There are many myths and legends surrounding the history of Valentine’s Day. The Catholic Church recognizes three different martyred saints named Valentine. Some believe that the celebration of Valentine’s Day began as a festival in the middle of February to commemorate either the death or burial of one of these saints. All the ‘stories’ suggest that St. Valentine was sympathetic, heroic and romantic. Valentine greetings began as far back as the middle ages. The cherub and the arrow? That would be Cupid, who according to mythology was the God of desire, love and affection. Want to know more…Google it my friends! I am a bit cynical about this day as it has become as commercialized as Christmas by candy makers, florists and greeting card manufacturers since millions upon millions celebrate this day with these gifts for their loved ones. Valentine greetings are lovely but I don’t need a holiday to tell those that I love how I feel. LOL ~ but would still appreciate the card Robert!
Where was I going with this? Oh, yes, my father was ALL about love so it is fitting that he passed away on Valentine’s Day. He is forever in my heart as is my momma. I miss them on a daily basis. My mother taught me some fine points about preparing a meal as a young girl and I often made ‘special’ foods for my father. Like the time I prepared his favorite fruitcake from scratch ~ talk about a workout. I still believe the upper body strength I gained is due to mixing that cake by hand. The point is (to quote Chef Jacques Pépin): “There is no greater love than the love of cooking. One always cooks for another”. I suppose you could say that is a rule I have lived by for a very long time.
My husband and I will be away for Valentine’s Day this year so I will create something special for him when we return. However, he does love chili and Super Bowl Sunday is around the corner. The question is beans or no beans? Bob loves legumes of all kinds and they certainly do add more fiber and substance to the dish. When we were first married we used to frequent a restaurant called Hard Times Café. Anyone in the Washington, DC area knows about this chain. Back then it was by far one of the best places to frequent for good bar food in the region. Their dishes won many contests.
A signature dish of theirs was chili. Texas or Cincinnati ~ you had to decide if you wanted the beans, meat and/or spaghetti. Also, they differ in the spice content. The difference between the two is mainly that Texas chili uses the heat from chili peppers with chunkier ground meat while Cincinnati chili uses cinnamon, cloves, allspice and finely ground meat as the basis for flavor. Pungency is a matter of taste.
In addition to all of the fun food that certainly has no calories, I decided to make Cincinnati chili with Ali’s twist on this coming game day. You may want to give it a whirl…

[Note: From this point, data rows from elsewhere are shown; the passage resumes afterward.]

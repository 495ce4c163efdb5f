import assert from 'node:assert/strict';
import { readFileSync, writeFileSync } from 'node:fs';
import { join } from 'node:path';
import type { Page } from 'puppeteer-core';
import { scenario } from './harness.ts';
import { at, catchFiles, press, said, until, untilSolved } from './inside.ts';

/** Waits until the page is kept whole. */
const kept = (page: Page) => page.evaluate(async () => void (await navigator.serviceWorker.ready));
/** A refused request is what these scenarios are about. */
const network = /^request failed: |net::ERR_|^answer 404/;
function forget(problems: string[], expected: RegExp): void {
  problems.splice(0, problems.length, ...problems.filter((problem) => !expected.test(problem)));
}

scenario('With the network cut after the first load the page opens again, solves an edit and gives its files away', async ({ page, problems, serveCopy }) => {
  const server = await serveCopy();
  await page.goto(server.url, { waitUntil: 'networkidle0' });
  await untilSolved(page);
  await kept(page);
  await server.close();

  await page.reload({ waitUntil: 'load' });
  await untilSolved(page);
  const before = await at(page, ['hm-app', 'hm-plate', '[data-role="conduction-edge"]'], (path) => path.getAttribute('d'));
  await at(page, ['hm-app', 'hm-strip'], (strip) => {
    const { design } = strip as unknown as { design: { conditions: object } };
    strip.dispatchEvent(new CustomEvent('hm-edit', { bubbles: true, composed: true, detail: { next: { ...design, conditions: { ...design.conditions, temperature: '150 K' } }, label: 'temperature' } }));
  });
  await until('another diagram', async () => (await at(page, ['hm-app', 'hm-plate', '[data-role="conduction-edge"]'], (path) => path.getAttribute('d'))) !== before);
  await untilSolved(page);

  // Parts that were never asked for while there was a network.
  const files = await catchFiles(page);
  await press(page, ['hm-app', 'hm-conditions'], 'Take away');
  for (const words of ['SVG', 'PNG', 'Profiles', 'Ledger', 'Design file']) {
    const count = (await files()).length;
    await press(page, ['hm-app', 'hm-leave'], words);
    await until(`the file of "${words}"`, async () => (await files()).length > count);
  }
  const endings = (await files()).map(({ name }) => name.replace(/^.*?(-profile|-ledger)?(\.[a-z.]+)$/, '$1$2'));
  assert.deepEqual(endings.sort(), ['-ledger.tsv', '-profile.csv', '.halfmark.json', '.png', '.svg'].sort());
  forget(problems, network);
});

scenario('Parts that were not loaded yet still come when the network is cut without a reload', async ({ page, problems, serveCopy }) => {
  const server = await serveCopy();
  await page.goto(server.url, { waitUntil: 'networkidle0' });
  await untilSolved(page);
  await kept(page);
  await until('the worker in charge', () => page.evaluate(() => navigator.serviceWorker.controller !== null));
  await server.close();
  await press(page, ['hm-app', 'hm-conditions'], 'Starters');
  await until('the shelf', async () => ((await at(page, ['hm-app', 'hm-starters'], (shelf) => (shelf as unknown as { starters: unknown[] | null }).starters?.length ?? 0)) ?? 0) > 5);
  forget(problems, network);
});

scenario('A newer build waits while the page is worked on, and a reload takes it', async ({ page, serveCopy }) => {
  const server = await serveCopy();
  await page.goto(server.url, { waitUntil: 'networkidle0' });
  await untilSolved(page);
  await kept(page);
  const mark = () => page.evaluate(() => document.querySelector('meta[name="build"]')?.getAttribute('content') ?? 'first');
  const waits = () => page.evaluate(async () => ((await navigator.serviceWorker.getRegistration())?.waiting ?? null) !== null);

  const file = join(server.folder, 'index.html');
  writeFileSync(file, readFileSync(file, 'utf8').replace('</head>', '<meta name="build" content="second"></head>'));
  await server.publish();
  await page.evaluate(async () => void (await (await navigator.serviceWorker.getRegistration())!.update()));
  await until('the newer build', waits);
  await until('word of it', async () => (await said(page)).includes('A newer version of this page is ready'));
  // It waits for as long as the person works.
  await new Promise((done) => setTimeout(done, 500));
  assert.equal(await waits(), true);
  assert.equal(await mark(), 'first');

  await page.reload({ waitUntil: 'networkidle0' });
  await until('the newer page', async () => (await mark().catch(() => '')) === 'second');
  await untilSolved(page);
  assert.equal(await waits(), false);
});

scenario('A build of which a file was altered on its way is not kept, and the former one stays', async ({ page, problems, serveCopy }) => {
  const server = await serveCopy();
  await page.goto(server.url, { waitUntil: 'networkidle0' });
  await untilSolved(page);
  await kept(page);
  const file = join(server.folder, 'index.html');
  writeFileSync(file, readFileSync(file, 'utf8').replace('</head>', '<meta name="build" content="second"></head>'));
  await server.publish();
  writeFileSync(file, readFileSync(file, 'utf8').replace('second', 'altered'));
  await page.evaluate(async () => void (await (await navigator.serviceWorker.getRegistration())!.update().catch(() => {})));
  await until('the refusal', () => page.evaluate(async () => {
    const { installing, waiting } = (await navigator.serviceWorker.getRegistration())!;
    return installing === null && waiting === null;
  }));
  await page.reload({ waitUntil: 'networkidle0' });
  await untilSolved(page);
  assert.equal(await page.evaluate(() => document.querySelector('meta[name="build"]')), null);
  forget(problems, /integrity|digest|ERR_|request failed/i);
});

scenario('The page can be installed: a manifest with icons of the sizes that it says', async ({ page, open, url }) => {
  await open();
  const found = await page.evaluate(async () => {
    const address = document.querySelector<HTMLLinkElement>('link[rel="manifest"]')!.href;
    const manifest = await (await fetch(address)).json();
    const icons = await Promise.all(
      (manifest.icons as { src: string }[]).map(async ({ src }) => {
        const image = new Image();
        image.src = new URL(src, address).href;
        await image.decode();
        return `${image.naturalWidth}x${image.naturalHeight}`;
      }),
    );
    return { manifest, icons, start: new URL(manifest.start_url, address).href };
  });
  assert.equal(found.start, url);
  assert.deepEqual(found.icons, found.manifest.icons.map((icon: { sizes: string }) => icon.sizes));
  assert.ok(found.manifest.icons.some((icon: { purpose: string }) => icon.purpose === 'maskable'));
  const session = await page.createCDPSession();
  const { errors } = await session.send('Page.getAppManifest');
  assert.deepEqual(errors, []);
});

Ali’s Cincinnati Style Chili
- 4 T. olive oil
- 2 Vidalia onion, finely chopped
- 1 lb. beef chuck, finely ground
- 1 lb. venison, finely ground
- ½ lb. hot Italian sausage, finely ground
- Salt and pepper to taste
- 4 cloves garlic, minced
- 1 qt. Ali’s canned tomatoes, reserving juice
- ¼ cup apple cider vinegar
- 2-3 T. tomato paste
- ¼ cup chili powder
- 2 T. smoked paprika
- 1 T. cinnamon
- 1 T. ground cumin
- ½ t. ground allspice
- ¼ ground cloves
- ¼ cayenne pepper
- 1 large spaghetti squash or thin spaghetti*
- Toppings of choice**
- Heat the olive oil over medium heat in a large Dutch oven. Add onions and cook until soft.
- Remove onions and add ground meats; salt and pepper as desired, cook until meat is broken up and browned.
- Return onion to pot; stir in garlic.
- Combine remaining ingredients in a separate bowl, adding reserved tomato juice then add to Dutch oven.
- Simmer chili until slightly thickened, about 1-1/2 hours. ***
- When ready to serve, cook spaghetti squash and/or thin spaghetti as directed.
- Serve with toppings of choice.
*To prepare spaghetti squash, cut in half, rub with olive oil and cook, with flesh side down in a 400 degree oven for about 40 minutes. Carefully scoop out the flesh to serve. This fall squash adds a flavorful twist without possibly overwhelming the flavors in the chili. Just have fun with this dish ~ if you don’t want spaghetti, serve it over potato skins, in a taco shell or even over a hot dog in its bun!
**Toppings I put out with my concoction: chopped scallions, shredded cheddar cheese, chopped tomato, sour cream and warm pinto or black beans (for those who cannot live without the bean).
***When I have the time, I prepare chili and some stews the day before I plan to serve them to allow the union of all the wonderful flavors. It makes a huge difference in the taste.
Whether you are planning on serving your love a wonderful Valentine’s Day meal or serving a crowd for the big game day, just remember to have fun in the kitchen!